The full set of records must be returned exactly, character for character.
*** Opening DATA EXTRACTS ***
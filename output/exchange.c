/* SPDX-License-Identifier: GPL-3.0-or-later */

/* POSIX can rename a folder only onto an empty one. Linux can swap two names in one
 * step; it is asked by system call number, because not every C library wraps it. */

#if defined(__linux__)
#define _DEFAULT_SOURCE /* NOLINT: asks the C library for syscall() */
#include <fcntl.h>
#include <sys/syscall.h>
#include <unistd.h>
#endif

#include "output/exchange.h"

#include <errno.h>

#define EXCHANGE_FLAG 2U /* RENAME_EXCHANGE of the Linux system call interface */

int exchange_paths(const char *p, const char *q)
{
#if defined(SYS_renameat2)
    return (int)syscall(SYS_renameat2, AT_FDCWD, p, AT_FDCWD, q, EXCHANGE_FLAG);
#else
    (void)p;
    (void)q;
    errno = ENOSYS;
    return -1;
#endif
}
*** Closing DATA EXTRACTS ***
RESPONSE AREA |
filename output/exchange.c
/* SPDX-License-Identifier: GPL-3.0-or-later */

/* POSIX can rename a folder only onto an empty one. Linux can swap two names in one
 * step; it is asked by system call number, because not every C library wraps it. */

#if defined(__linux__)
#define _DEFAULT_SOURCE /* NOLINT: asks the C library for syscall() */
#include <fcntl.h>
#include <sys/syscall.h>
#include <unistd.h>
#endif

#include "output/exchange.h"

#include <errno.h>

#define EXCHANGE_FLAG 2U /* RENAME_EXCHANGE of the Linux system call interface */

int exchange_paths(const char *p, const char *q)
{
#if defined(SYS_renameat2)
    return (int)syscall(SYS_renameat2, AT_FDCWD, p, AT_FDCWD, q, EXCHANGE_FLAG);
#else
    (void)p;
    (void)q;
    errno = ENOSYS;
    return -1;
#endif
}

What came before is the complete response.